It pains me to open up about an aspect of my life I often keep hidden.
I pride myself on being open and honest with this blog.
Being the parent to children with special needs is a privilege.
I love my life.
I hate my waist line.
That's right folks.
The time has come to get the skinny on...well all things not skinny.
Today's post is brought to you by my ever-growing pant size.

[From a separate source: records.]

/// Assess one structure under one criteria set.
///
/// - **Limiting tensile strain route**: for each zone, ε_bmax and ε_dmax from |Δ/L|, L/H and E/G
///   with the set's neutral axis for the zone's mode (Burland & Wroth 1974); ε_h after the set's
///   compressive policy (0 if unmeasured); ε_br, ε_dr, ε_max (Boscardin & Cording 1989; Burland
///   1995). The category is the worst over zones; the governing zone is the one with the largest
///   ε_max (first on a tie).
/// - **Son & Cording route**: ε_p from |β| and a lateral strain; the category from the set's
///   thresholds. Choice (the sources are silent on which bay's strain pairs with β_max): the
///   lateral strain is the largest measured zone ε_h after the compressive policy, which is the
///   conservative pairing; 0 if none was measured.
///
/// Whatever the route, the Son & Cording result is also given when β is (on the set's thresholds
/// if the route is Son & Cording, otherwise on the published Son & Cording thresholds), as are the
/// reconstructed Boscardin & Cording strain (Burland thresholds), the Rankin screen and the
/// Skempton & MacDonald / Bjerrum flags.
///
/// # Units
/// See [`ZoneInput`] and [`DamageInput`]; strains absolute, tension / extension positive.
///
/// # References
/// Burland & Wroth (1974); Boscardin & Cording (1989); Burland (1995); Mair, Taylor & Burland
/// (1996); Son & Cording (2005); Rankin (1988); Skempton & MacDonald (1956); Bjerrum (1963) — see
/// the relation files.
///
/// # Examples
/// ```
/// use plinth::criteria::builtin;
/// use plinth::damage::{assess_damage, DamageInput, Mode, ZoneInput};
/// // damage-relations.md §8.3 C2: hog, L/H 1, E/G 2.6, Δ/L 5e-4, ε_h 5e-4 → ε_max 8.61446e-4, cat 2.
/// let input = DamageInput {
///     zones: vec![ZoneInput { mode: Mode::Hogging, length_m: 10.0, deflection_ratio: -5e-4,
///                             horizontal_strain: Some(5e-4) }],
///     angular_distortion: None, height_m: 10.0, max_settlement_mm: None, max_slope: None,
/// };
/// let a = assess_damage(&input, &builtin("masonry").unwrap());
/// assert_eq!(a.category.unwrap().number(), 2);
/// assert!((a.governing_strain.unwrap() - 8.61446e-4).abs() < 1e-9);
/// ```
///
/// Never panics: invalid values become skipped zones, warnings or a `None` category with reasons.
pub fn assess_damage(input: &DamageInput, set: &CriteriaSet) -> DamageAssessment {
    let mut assumptions: Vec<String> = Vec::new();
    let mut warnings: Vec<String> = Vec::new();
    let mut reasons: Vec<String> = Vec::new();

    let thresholds = match set.strain_thresholds() {
        Ok(t) => Some(t),
        Err(e) => {
            reasons.push(format!("criteria set is invalid: {e}"));
            None
        }
    };
    if let Err(e) = set.validate() {
        warnings.push(format!("criteria set is invalid: {e}"));
    }

    assumptions.push(format!(
        "criteria set `{}`: route {}; E/G = {}, Poisson's ratio = {}; neutral axis {} for sagging, \
         {} for hogging; thresholds {} / {} / {} / {}; compressive horizontal strain: {}",
        set.name,
        set.route.label(),
        set.e_over_g,
        set.poisson,
        set.neutral_axis.sagging.label(),
        set.neutral_axis.hogging.label(),
        pct(set.thresholds[0]),
        pct(set.thresholds[1]),
        pct(set.thresholds[2]),
        pct(set.thresholds[3]),
        match set.compressive_strain {
            CompressivePolicy::ClampToZero => "clamped to 0 (no credit for compression)",
            CompressivePolicy::UseSigned => "used as signed",
        }
    ));
    assumptions.push(
        "deep beam of Burland & Wroth (1974): weightless, linear-elastic, simply supported, \
         central point load; L is the length of each sagging or hogging zone, H the height to \
         the eaves"
            .into(),
    );

    // ---- zones: limiting tensile strain -------------------------------------------------
    let mut zones = Vec::new();
    let mut skipped = Vec::new();
    for (index, z) in input.zones.iter().enumerate() {
        match assess_zone(index, z, input.height_m, set, thresholds.as_ref()) {
            Ok((za, notes, warns)) => {
                assumptions.extend(notes);
                warnings.extend(warns);
                zones.push(za);
            }
            Err(reason) => skipped.push(SkippedZone { index, reason }),
        }
    }
    for s in &skipped {
        warnings.push(format!("zone {} skipped: {}", s.index, s.reason));
    }
    if !skipped.is_empty() && !zones.is_empty() {
        warnings.push(
            "the limiting-tensile-strain result covers only the zones that could be computed"
                .into(),
        );
    }
    let worst_zone = zones
        .iter()
        .fold(None::<&ZoneAssessment>, |best, z| match best {
            Some(b) if b.governing_strain >= z.governing_strain => Some(b),
            _ => Some(z),
        });

    // ---- angular distortion ---------------------------------------------------------------
    let beta = match input.angular_distortion {
        Some(b) if b.is_finite() => Some(b.abs()),
        Some(b) => {
            warnings.push(format!("angular distortion {b} is not finite; ignored"));
            None
        }
        None => None,
    };
    // Lateral strain paired with β: the largest measured zone ε_h (signed), policy applied.
    let measured_eh = input
        .zones
        .iter()
        .filter_map(|z| z.horizontal_strain)
        .filter(|v| v.is_finite())
        .fold(None::<f64>, |m, v| Some(m.map_or(v, |m| m.max(v))));
    let lateral_used = set.compressive_strain.apply(measured_eh.unwrap_or(0.0));
    let son_thresholds = if set.route == Route::SonCording {
        thresholds
    } else {
        Some(StrainThresholds::SON_CORDING)
    };
    let mut son_cording = None;
    let mut boscardin = None;
    let mut skempton = None;
    let mut bjerrum = None;
    if let Some(beta) = beta {
        if let (Ok(p), Some(t)) = (principal_strain(beta, lateral_used), son_thresholds)
            && let Ok(cat) = t.classify(p.strain)
        {
            son_cording = Some(AngularDistortionAssessment {
                relation: "Son & Cording (2005) principal strain".into(),
                angular_distortion: beta,
                lateral_strain_used: lateral_used,
                lateral_strain_signed: measured_eh,
                lateral_strain_unavailable: measured_eh.is_none(),
                strain: p.strain,
                principal_angle_deg: Some(p.angle_deg()),
                thresholds: t.boundaries(),
                category: cat,
            });
        }
        if let Ok(e) = reconstructed_chart_strain(beta, lateral_used, set.poisson)
            && let Ok(cat) = StrainThresholds::BURLAND.classify(e)
        {
            boscardin = Some(AngularDistortionAssessment {
                relation: RECONSTRUCTION_LABEL.into(),
                angular_distortion: beta,
                lateral_strain_used: lateral_used,
                lateral_strain_signed: measured_eh,
                lateral_strain_unavailable: measured_eh.is_none(),
                strain: e,
                principal_angle_deg: None,
                thresholds: StrainThresholds::BURLAND.boundaries(),
                category: cat,
            });
        }
        skempton = skempton_macdonald_flag(beta).ok();
        bjerrum = bjerrum_flag(beta).ok();
        assumptions.push(
            "lateral strain paired with the angular distortion is the largest zone horizontal \
             strain (conservative pairing; the bay of the largest angular distortion is not \
             identified)"
                .into(),
        );
        if measured_eh.is_none() {
            assumptions.push(
                "no horizontal strain measured: lateral strain assumed 0 for the angular \
                 distortion relations"
                    .into(),
            );
        }
        assumptions.push(
            "Son & Cording (2005) thresholds 0.167 % and 0.333 % are from memory (stored as \
             1/600 and 1/300)"
                .into(),
        );
        assumptions.push(
            "Boscardin & Cording β–ε_h boundaries are a reconstruction (ε_dmax = β/2), not \
             digitised from the published chart; they may overstate the category"
                .into(),
        );
        assumptions.push(
            "Skempton & MacDonald (1956) and Bjerrum (1963) limits are from memory and are \
             informative flags, not damage categories; they define angular distortion as δ/l of \
             adjacent points, compared here with β (tilt removed)"
                .into(),
        );
    }

    // ---- route → category ---------------------------------------------------------------------
    let (category, governing_strain, governing) = match set.route {
        Route::LimitingTensileStrain => match worst_zone {
            Some(z) => (
                Some(z.category),
                Some(z.governing_strain),
                Some(Governing {
                    route: set.route,
                    zone_index: Some(z.index),
                    mode: Some(z.mode),
                    branch: z.branch,
                }),
            ),
            None => {
                if input.zones.is_empty() {
                    reasons.push(
                        "no sagging or hogging zone was available, so the deflection ratio \
                         could not be assessed"
                            .into(),
                    );
                } else {
                    reasons.push("none of the zones could be computed".into());
                }
                (None, None, None)
            }
        },
        Route::SonCording => match &son_cording {
            Some(sc) => (
                Some(sc.category),
                Some(sc.strain),
                Some(Governing {
                    route: set.route,
                    zone_index: None,
                    mode: None,
                    branch: Branch::Principal,
                }),
            ),
            None => {
                reasons.push(
                    "the Son & Cording route needs the angular distortion, which was not \
                     available"
                        .into(),
                );
                (None, None, None)
            }
        },
    };
    if category.is_some() {
        reasons.clear();
    }
    if category == Some(DamageCategory::Severe) {
        assumptions.push(
            "category 4 is reported as \"4–5\": strain cannot separate categories 4 and 5".into(),
        );
    }

    // ---- Rankin ---------------------------------------------------------------------------------
    let rankin = match rankin_category(input.max_settlement_mm, input.max_slope) {
        Ok(r) => r,
        Err(e) => {
            warnings.push(format!("Rankin screen not computed: {e}"));
            None
        }
    };
    if let Some(r) = &rankin {
        assumptions.push("Rankin (1988) slope and settlement thresholds are from memory".into());
        if r.slope_category.is_none() {
            assumptions.push("Rankin category from settlement only: slope not available".into());
        }
        if r.settlement_category.is_none() {
            assumptions.push("Rankin category from slope only: settlement not available".into());
        }
    }

    DamageAssessment {
        criteria_set: set.name.clone(),
        route: set.route,
        thresholds: set.thresholds,
        category,
        category_reasons: reasons,
        governing_strain,
        governing,
        zones,
        skipped_zones: skipped,
        son_cording,
        boscardin_cording_reconstructed: boscardin,
        rankin,
        skempton_macdonald: skempton,
        bjerrum,
        assumptions,
        warnings,
    }
}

I have been blissfully married for almost nine years. In that nine years I learned to cook. While I learned to cook I learned I love food.
And there's more:
I run around from dawn until dusk. I clean. I change diapers. I run errands. I go to doctor's appointments.
I do not work out!
I saw my reflection in the mirror this week. It was eye opening. I know I am overweight. I know I need to make better choices. I know I live a sedentary life style.
But this was bad.
It was as if I was seeing myself for the first time.
What had I done to my body?
And now is the time to stop.
I bought a gym membership a month ago. Immediately following that purchase, my dad went into the hospital. Then Matthew got sick. Then he spent a week in the hospital. And there was just no time.
But that's just it!! There is always time!
So the excuses are done! The bad choices are changing.
I'm taking back control of my life!
I want to be around a very long time for my children. I want to complete a 5K. I want to complete a half marathon. I want to love the person looking back at me in the mirror.
So here goes blogger friends:
The truth is I weigh 215 pounds!
And I'm cringing as I type knowing soon people will read this.
Disclaimer, I do not want to be skinny. I enjoy my curves. I enjoy being comfortable in my own skin. I want to lose around 65 pounds.
And it starts now!!!
So tune in to see me reach my goals!
|That's right ~~ It ain't pretty!|
Oh yeah, and pray I can "just say no" to all the chocolate!!!